Waiting for some comments on the WSJ-Zogby Battleground Poll completed yesterday:
http://ad.doubleclick.net/adi/interactive.wsj.com/us_business_news;famil=news;s0=;s1=;s2=;u=ThuOct7120553EDT2004019722341;meta=DEN;sz=120×600;ptile=1;ord=11385113851138511385
Adding in all leaners within margin of error gives Kerry the win with 322 to Bush’s 216. Removing the states within the margin of error puts it Kerry: 243 electoral votes to Bush: 189. This appears to be the largest number of electoral votes outside of the margin of error for either candidate since Kerry’s 252 on 7/12. (Other previous bests are 235 for Kerry on 8/2 to Bush’s 225 on 8/23.)
WSJ’s analysis basically tries to undermine some of the poll they sponsored. Interesting.
-DS
using this poll and all other nationals polls via pollingreport.com
Difference of 1.16%
bush 47.6
kerry 46.5
not using polls if they are greater than 2 STDEVs from mean
bush 47.33
kerry 46.66
its a 0.66% difference. if we expect 110,000,000 voters than thats a difference of just 730,000 people
I think Bush is very close to the “tipping point” where things will quickly start to unravel. If Kerry crushes Bush in Friday’s debate, which i believe he will, the momentum might be unstoppable. As GWB’s platform is built upon a bed of lies, his campaign might crash harder than all of us suspect.
Well, this is certainly encouraging news for Kerry, although I don’t know what to think about the reason(s) for it. Too late for a post-debate bounce from last week. Is there any such thing as a pre-debate bounce?
This has been a week from hell for the GOP on Iraq. Meanwhile, Bush and Cheney continue to insist that Saddam might not have had weapons or the means to develop them, but he WANTED them, so the war was the right thing to do. And, by the way, everything’s goin’ fine. Maybe LVs and RVs across the country are starting to think that the president and vice-president have actually lost their minds.
I’ll tell you what, though. This polling roller coaster is starting to drive me crazy. November 2 can’t get here fast enough. I can’t take much more of this.
Has anyone created an algorithm that translates a popluar vote into the most probable electoral vote? Is that even possible?
Are we supposed to be looking at poll results from likely voters or not? Isn’t Bush over 50% in any poll bad news….

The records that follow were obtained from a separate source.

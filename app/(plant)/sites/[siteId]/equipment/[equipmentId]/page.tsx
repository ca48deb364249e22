import type { Metadata } from "next";
import Link from "next/link";
import { notFound } from "next/navigation";
import { getEquipmentHistory } from "@/db/queries/equipment-history";
import { siteTimeZone } from "@/db/queries/sites";
import { historyKindLabels, historyKinds, mergeHistory, type HistoryKind } from "@/lib/equipment-history";
import { systemClock } from "@/lib/clock";
import { equipmentHistoryQuerySchema } from "@/lib/schemas/equipment-history";
import { pathParam } from "@/lib/server/http";
import { getDb, getRuntime } from "@/lib/server/runtime";
import { requirePageViewer } from "../../../../../(auth)/auth";

export const metadata: Metadata = { title: "Equipment history" };
export const dynamic = "force-dynamic";

type Props = {
  params: Promise<{ siteId: string; equipmentId: string }>;
  searchParams: Promise<Record<string, string | string[] | undefined>>;
};

const periods = [1, 7, 30, 90] as const;

export default async function EquipmentHistoryPage({ params, searchParams }: Props) {
  const viewer = await requirePageViewer();
  const { siteId, equipmentId } = await params;
  const parsed = equipmentHistoryQuerySchema.safeParse(await searchParams);
  const query = parsed.success ? parsed.data : { days: 7, kind: [] as HistoryKind[] };
  const nowMs = systemClock.now();
  const db = getDb();
  const history = getEquipmentHistory(db, viewer, pathParam(equipmentId), {
    fromMs: nowMs - query.days * 86_400_000,
    toMs: nowMs,
    nowMs,
    inMemory: getRuntime()?.latestValue,
  });
  // Another site's equipment under this site's address looks like equipment that does not exist.
  if (!history || history.equipment.siteId !== pathParam(siteId)) notFound();
  const { equipment: eq, run } = history;
  const timeZone = siteTimeZone(db, eq.siteId) ?? "UTC";
  const fmt = new Intl.DateTimeFormat("en-US", { timeZone, dateStyle: "medium", timeStyle: "short" });
  const events = mergeHistory(history.events, query.kind);
  const siteHref = `/sites/${encodeURIComponent(eq.siteId)}`;
  const href = (days: number, kinds: readonly HistoryKind[]) => {
    const q = new URLSearchParams({ days: String(days) });
    for (const k of kinds) q.append("kind", k);
    return `?${q.toString()}`;
  };
  const toggle = (k: HistoryKind) => (query.kind.includes(k) ? query.kind.filter((x) => x !== k) : [...query.kind, k]);

  return (
    <section className="flex flex-col gap-4">
      <p className="text-sm">
        <Link href={siteHref} className="underline">
          Back to the site
        </Link>
      </p>
      <h1 className="text-2xl font-semibold">
        {eq.tag} {eq.name} · history
      </h1>
      <p className="text-sm text-muted">
        Times in the site&apos;s time zone ({timeZone}).
        {eq.kind === "chiller" ? (
          <>
            {" "}
            <Link href={`${siteHref}/equipment/${encodeURIComponent(eq.id)}/refrigerant`} className="underline">
              Refrigerant log
            </Link>
          </>
        ) : null}
      </p>

      <nav aria-label="Period" className="flex flex-wrap gap-2 text-sm">
        {periods.map((d) => (
          <Link
            key={d}
            href={href(d, query.kind)}
            aria-current={d === query.days ? "page" : undefined}
            className={`rounded border border-line px-3 py-1.5 ${d === query.days ? "bg-ink text-panel" : "bg-panel"}`}
          >
            {d === 1 ? "Last day" : `Last ${d} days`}
          </Link>
        ))}
      </nav>

      {run ? (
        <dl className="grid grid-cols-2 gap-3 rounded border border-line bg-panel p-3 text-sm sm:w-max">
          <div>
            <dt className="text-muted">Run hours in the period</dt>
            <dd className="text-lg font-semibold tabular-nums">{run.runHours.toFixed(1)} h</dd>
          </div>
          <div>
            <dt className="text-muted">Starts in the period</dt>
            <dd className="text-lg font-semibold tabular-nums">{run.starts}</dd>
          </div>
        </dl>
      ) : null}

      <nav aria-label="Show" className="flex flex-wrap gap-2 text-sm">
        {historyKinds.map((k) => {
          const on = query.kind.includes(k);
          return (
            <Link
              key={k}
              href={href(query.days, toggle(k))}
              aria-current={on ? "true" : undefined}
              className={`rounded-full border px-3 py-1.5 ${on ? "border-ink bg-ink text-panel" : "border-line bg-panel"}`}
            >
              {on ? "✓ " : ""}
              {historyKindLabels[k]}
            </Link>
          );
        })}
        {query.kind.length ? (
          <Link href={href(query.days, [])} className="px-2 py-1.5 underline">
            Show all
          </Link>
        ) : null}
      </nav>

      {events.length === 0 ? (
        <p className="text-muted">Nothing recorded in this period.</p>
      ) : (
        <ol className="flex flex-col divide-y divide-line rounded border border-line bg-panel">
          {events.map((e, i) => (
            <li key={`${e.atMs}-${i}`} className="flex flex-col gap-0.5 px-3 py-2 sm:flex-row sm:gap-4">
              <time
                dateTime={new Date(e.atMs).toISOString()}
                className="shrink-0 text-sm text-muted tabular-nums sm:w-44"
              >
                {fmt.format(e.atMs)}
              </time>
              <span className="shrink-0 text-xs uppercase tracking-wide text-muted sm:w-28 sm:pt-0.5">
                {historyKindLabels[e.kind]}
              </span>
              <span className="min-w-0">
                {e.href ? (
                  <Link href={e.href} className="underline">
                    {e.title}
                  </Link>
                ) : (
                  e.title
                )}
                {e.detail ? <span className="block text-sm text-muted">{e.detail}</span> : null}
              </span>
            </li>
          ))}
        </ol>
      )}
    </section>
  );
}
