import { z } from "zod";
import { scenarioNames } from "@/simulator/scenarios";

export const startRunSchema = z.object({
  scenario: z.enum(scenarioNames as [string, ...string[]], { error: "Unknown scenario" }),
  speed: z.number().min(1, "At least 1×").max(120, "At most 120×"),
  seed: z.number().int().min(0).max(1_000_000).optional(),
});
export type StartRunInput = z.infer<typeof startRunSchema>;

I’ve asked this question elsewhere and never got an answer: has there ever been a time when an incumbent trailed in a serious presidential poll this close to an election and came back to win? I suppose Truman would be one case, though apparently, back then, pollsters stopped surveying right after Labor Day, believing opinion was solidified by then. It strikes me as a very ominous sign for Bush.
It’s hard to find any polls at this point that give Bush 50% or better; the only distinction among the varoius polls is how low Bush’s number goes (somewhere from 45 to 49), and how much of the opposition has so far declared for Kerry. Zogby, for instance, has it Bush 46/Kerry 44, but his profile of the undecided makes it clear they’re most Kerry votes waiting to happen.
Meantime, the reports of new registrations read like a DNC fantasy. If these numbers translate into real turnout gains in November, we could be looking at something extraordinary.
Okay, note to self: turn off the excitement meter and hunker down. 26 grueling days to go.